In 2020, Chinese firm Luckin Coffee fired its CEO and chief operating officer following an internal fraud probe, which increased calls for action.

The law permits the SEC to ban companies from trading and be delisted from exchanges if the PCAOB is not able to audit requested reports for three consecutive years. It also requires companies to declare whether they are owned or controlled by any foreign government.

The rules adopted today establish a framework for the law’s implementation.

“We have a basic bargain in our securities regime, which came out of Congress on a bipartisan basis under the Sarbanes-Oxley Act of 2002. If you want to issue public securities in the U.S., the firms that audit your books have to be subject to inspection by the PCAOB,” SEC Chair Gary Gensler said in a statement.

Gensler noted that while more than 50 foreign jurisdictions have worked with the PCAOB to allow inspections, “two historically have not: China and Hong Kong.”

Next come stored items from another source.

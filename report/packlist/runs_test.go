package packlist

import (
	"math"
	"strings"
	"testing"

	"sailby/plan"
	"sailby/tasks/expand"
	"sailby/tasks/hours"
	"sailby/tasks/jobfile"
)

// alone is the sluice job without its trailer.
func alone(t *testing.T) string {
	t.Helper()
	var kept []string
	for _, line := range strings.Split(textOf(t), "\n") {
		if !strings.HasPrefix(line, "  trailer:") {
			kept = append(kept, line)
		}
	}
	return strings.Join(kept, "\n")
}

func everyPayloadHolds(t *testing.T, list []Vehicle, all float64) {
	t.Helper()
	sum := 0.0
	for _, v := range list {
		goods := 0.0
		for _, g := range v.Goods {
			goods += g.Mass
		}
		if goods > v.Payload || math.Abs(goods-v.Mass) > 0.11 {
			t.Errorf("%s, run %d: %v kg of goods, %v kg said, %v kg of payload", v.Name, v.Run, goods, v.Mass, v.Payload)
		}
		sum += goods
	}
	if math.Abs(sum-all) > 0.2 {
		t.Errorf("the runs take %v kg, the list comes to %v kg", sum, all)
	}
}

// What is 40 kg over the van goes in two runs, and the answer says what goes on which and what the second
// asks for. By hand: back 30 + 45 + 100 + 150 min, there 150 + 45 + 100 + 30 + 45 min, at the wheel 360 min.
func TestFortyOverInTwoRuns(t *testing.T) {
	l := listOf(t, alone(t))
	if l.OK || len(l.Vehicles) != 0 || len(l.Split) != 2 || l.Split[1].Run != 2 || !strings.Contains(l.Nearest, "it goes in 2 runs") {
		t.Fatalf("%v %q %+v", l.OK, l.Nearest, l.Split)
	}
	everyPayloadHolds(t, l.Split, l.Mass)
	for _, want := range []string{"another 11 h 35 min back and there, 6 h of it at the wheel", "the ferry must be booked again", "the plan does not hold these hours"} {
		if !strings.Contains(l.Runs, want) {
			t.Errorf("nothing says %q: %s", want, l.Runs)
		}
	}
	told := strings.Join(l.Verdict(), "\n")
	if !strings.Contains(told, "40 kg over the 709 kg that all runs take (proved)") || !strings.Contains(told, "11 h 35 min") {
		t.Errorf("beside the verdict: %s", told)
	}
	allowed := listOf(t, strings.Replace(alone(t), "  van: {", "  van: {runs: 2, ", 1))
	if !allowed.OK || len(allowed.Vehicles) != 2 || allowed.Split != nil || allowed.Runs == "" {
		t.Fatalf("with two runs: %v %q", allowed.OK, allowed.Reason)
	}
	everyPayloadHolds(t, allowed.Vehicles, allowed.Mass)
	if both := listOf(t, textOf(t)); both.Runs != "" || both.Verdict() != nil {
		t.Errorf("van and trailer in one run: %q", both.Runs)
	}
}

const road = `job: Road
zone: Europe/London
places: {shop: {open: always}, pier: {open: daily 07:00-19:00}}
trips: [{name: road, place: pier, out: {drive: 3 h, leave: 2027-04-05 06:00, unload: 30 min}, back: {load: 1 h, leave: 2027-04-06 18:00, drive: 3 h}}]
people: {Tom: {}, Ines: {}}
driving: {house: {drive: 4 h, on duty: 11 h, rest before: 11 h}}
vehicles: {van: {payload: 500 kg, bed: [3 m, 2 m], driver: Tom}}
kit: {press: {mass: 300 kg}, pump: {mass: 290 kg}}
tasks:
  press in: {at: pier, hours: 2 h, who: Tom, kit: press}
  pump in: {at: pier, hours: 3 h, who: Tom, kit: pump, after: press in}
`

// With a plan: whether what goes second is there when it is wanted (by hand: 6 h 30 min after 09:30), the
// driver's day with the work around the drive, and the way back as well as the way out.
func TestRunsAndDutyWithAPlan(t *testing.T) {
	job, err := jobfile.ReadBytes("job.yaml", []byte(road), nil)
	if err != nil {
		t.Fatal(err)
	}
	w, faults := expand.Expand(job, expand.Basis{})
	if len(faults) > 0 {
		t.Fatal(faults)
	}
	opens := w.Window.Opens
	made := func(second, back hours.Minute) *List {
		p := &plan.Plan{Steps: []plan.Step{
			{Task: "press in", Start: opens, Finish: opens + 120, Pieces: []hours.Span{{From: opens, To: opens + 120}}, People: []string{"Tom"}},
			{Task: "pump in", Start: second, Finish: back, Pieces: []hours.Span{{From: second, To: second + 60}, {From: back - 60, To: back}}, People: []string{"Tom"}},
		}}
		return Make(&plan.Answer{Work: w, Plan: p})
	}
	late := made(opens+120, opens+180)
	if len(late.Split) != 2 || !strings.Contains(late.Runs, "is not there before Mon 5 Apr 16:00, 4 h 30 min too late") {
		t.Errorf("too late: %q", late.Runs)
	}
	next := opens + 22*60 // 07:30 on Tuesday
	early := made(next, w.Trip.Departs-60)
	if !strings.Contains(early.Runs, "it can be there by Mon 5 Apr 16:00") {
		t.Errorf("in time: %q", early.Runs)
	}
	flags := strings.Join(early.Flags, "\n")
	// Monday 06:00 to 11:30; Tuesday 07:30 to 21:00 with the drive home: 810 min; both runs in one day: 3 x 180 min
	for _, want := range []string{"Tom is on duty 810 min against 660 min on the way back", "Tom drives 540 min against 240 min with all runs in one day"} {
		if !strings.Contains(flags, want) {
			t.Errorf("nothing says %q:\n%s", want, flags)
		}
	}
	if strings.Contains(flags, "on the way out") {
		t.Errorf("5 h 30 min on the way out: %s", flags)
	}
}

// Straps over a weighed load of 760 kg on the most slippery bed, by hand to EN 12195-1:2010, forward:
// 1.25 x (0.8 - 0.2) x 760 x 1.03 x 9.81 / (2 x 0.2 x 4000 N) = 3.6; guessed, with a quarter more, 4.4.
func TestStrapsByHowTheMassIsKnown(t *testing.T) {
	for how, want := range map[string]int{"weighed": 4, "guessed": 5} {
		l := listOf(t, strings.Replace(strings.Replace(road, "payload: 500 kg", "payload: 2 t", 1), "kit: {press", "assemblies: {gate: {mass: 760 kg, known: "+how+", size: [2 m, 1 m, 300 mm]}}\nkit: {press", 1)+
			"  make: {kind: fit-up, at: shop, hours: 1 h, part: gate}\n  set: {kind: fit-up, at: pier, hours: 1 h, part: gate}\n")
		found := 0
		for _, v := range append(l.Vehicles, l.Split...) {
			for _, s := range v.Straps {
				if s.What == "gate" {
					found = s.Count
				}
			}
		}
		if found != want {
			t.Errorf("%s: %d straps, want %d (%s)", how, found, want, l.Reason)
		}
	}
}
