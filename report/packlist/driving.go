package packlist

import (
	"slices"
	"strings"

	"sailby/tasks"
	"sailby/tasks/hours"
	"sailby/tasks/lift"
)

const (
	wheelBreak = 45     // minutes off the wheel that count as a break
	nightRest  = 8 * 60 // a gap in work from which on it is another day's work
)

// driving flags what the rules of the job file say of the drivers' days, on the way out and on the way back.
func (m *maker) driving() {
	if m.w.Trip == nil || len(m.job.Driving) == 0 {
		return
	}
	m.judgeDriving(m.w.Trip.Out, " on the way out", 0)
	m.judgeDriving(m.w.Trip.Back, " on the way back", 0)
}

// drivingRuns flags what n runs in one day would come to.
func (m *maker) drivingRuns(n int) {
	if m.w.Trip == nil || len(m.job.Driving) == 0 {
		return
	}
	w := wayOf(m.w.Trip)
	if w.boat {
		return // not in one day
	}
	m.judgeDriving(m.w.Trip.Out, " with all runs in one day", (w.wheelThere+w.wheelBack)*hours.Minute(n-1))
}

// judgeDriving judges the legs of one way; more is further time at the wheel that day.
func (m *maker) judgeDriving(legs []tasks.Leg, which string, more hours.Minute) {
	if len(legs) == 0 {
		return
	}
	var d lift.Duty
	run := 0.0
	for _, l := range legs {
		length := float64(l.To - l.From)
		if strings.HasPrefix(l.What, "drive") {
			d.Drive += length
			run += length
			d.LongestDrive = max(d.LongestDrive, run)
		} else if length >= wheelBreak {
			run = 0
		}
	}
	d.Drive += float64(more)
	for _, v := range m.job.Vehicles {
		if v.TowedBy != "" {
			continue
		}
		one := d
		one.Driver, one.Gross, one.OwnWorkTools = v.Driver, v.Gross, v.OwnTools
		duty, rest := m.dutyAround(v.Driver, hours.Span{From: legs[0].From, To: legs[len(legs)-1].To})
		one.OnDuty, one.RestBefore = float64(duty+more), float64(rest)
		if one.Driver == "" {
			one.Driver = "the driver of " + v.Name
		}
		if one.Gross == 0 {
			one.Gross = v.Empty + v.Payload
		}
		for _, t := range m.job.Vehicles {
			if t.TowedBy == v.Name {
				one.Gross += max(t.Gross, t.Empty+t.Payload)
			}
		}
		for _, f := range lift.Driving(one, m.job.Driving) {
			m.flag(f + which + "; check it, it is not decided here")
		}
	}
}

// dutyAround gives how long a driver is on duty around a way, with the work that the plan gives them
// before and after it until a night's rest, and the rest before that; rest is 0 where it is not known.
func (m *maker) dutyAround(driver string, way hours.Span) (duty, rest hours.Minute) {
	var work []hours.Span
	if m.a.Plan != nil && driver != "" {
		for _, s := range m.a.Plan.Steps {
			if slices.Contains(s.People, driver) {
				work = append(work, s.Pieces...)
			}
		}
	}
	day := way
	for grown := true; grown; {
		grown = false
		for _, w := range work {
			if (w.From < day.From && w.To > day.From-nightRest) || (w.To > day.To && w.From < day.To+nightRest) {
				day = hours.Span{From: min(day.From, w.From), To: max(day.To, w.To)}
				grown = true
			}
		}
	}
	var before hours.Minute
	for _, w := range work {
		if w.To <= day.From {
			before = max(before, w.To)
		}
	}
	if before > 0 {
		rest = day.From - before
	}
	return day.To - day.From, rest
}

“This final rule furthers the mandate that Congress laid out and gets to the heart of the SEC’s mission to protect investors,” Gensler noted.

The finalized rules will allow investors to identify foreign companies that are listed in the U.S. that are not allowing the PCAOB to inspect their audits.

“This is a tough situation, because the companies are being held hostage,” Brendan Ahern, chief investment officer of KraneShares, which runs several China-focused ETFs, including the KraneShares China Internet ETF, told me.

“It’s the Chinese regulators who are preventing the U.S. regulators from inspecting the audits,” Ahern said. “The issue unfortunately has been politicized. These companies are all audited by the Big Four accounting firms, but under Chinese law regulators are not allowing those audits to be sent to the PCAOB.”

“What you have is Chinese law clashing with U.S. law,” he said. “This needs to be dealt with above the regulator level, perhaps at the trade representative level.”

“The losers are investors in these stocks, which are U.S. investors,” Ahern added.

He noted that some Chinese companies that list in the U.S. are already relisting in Hong Kong.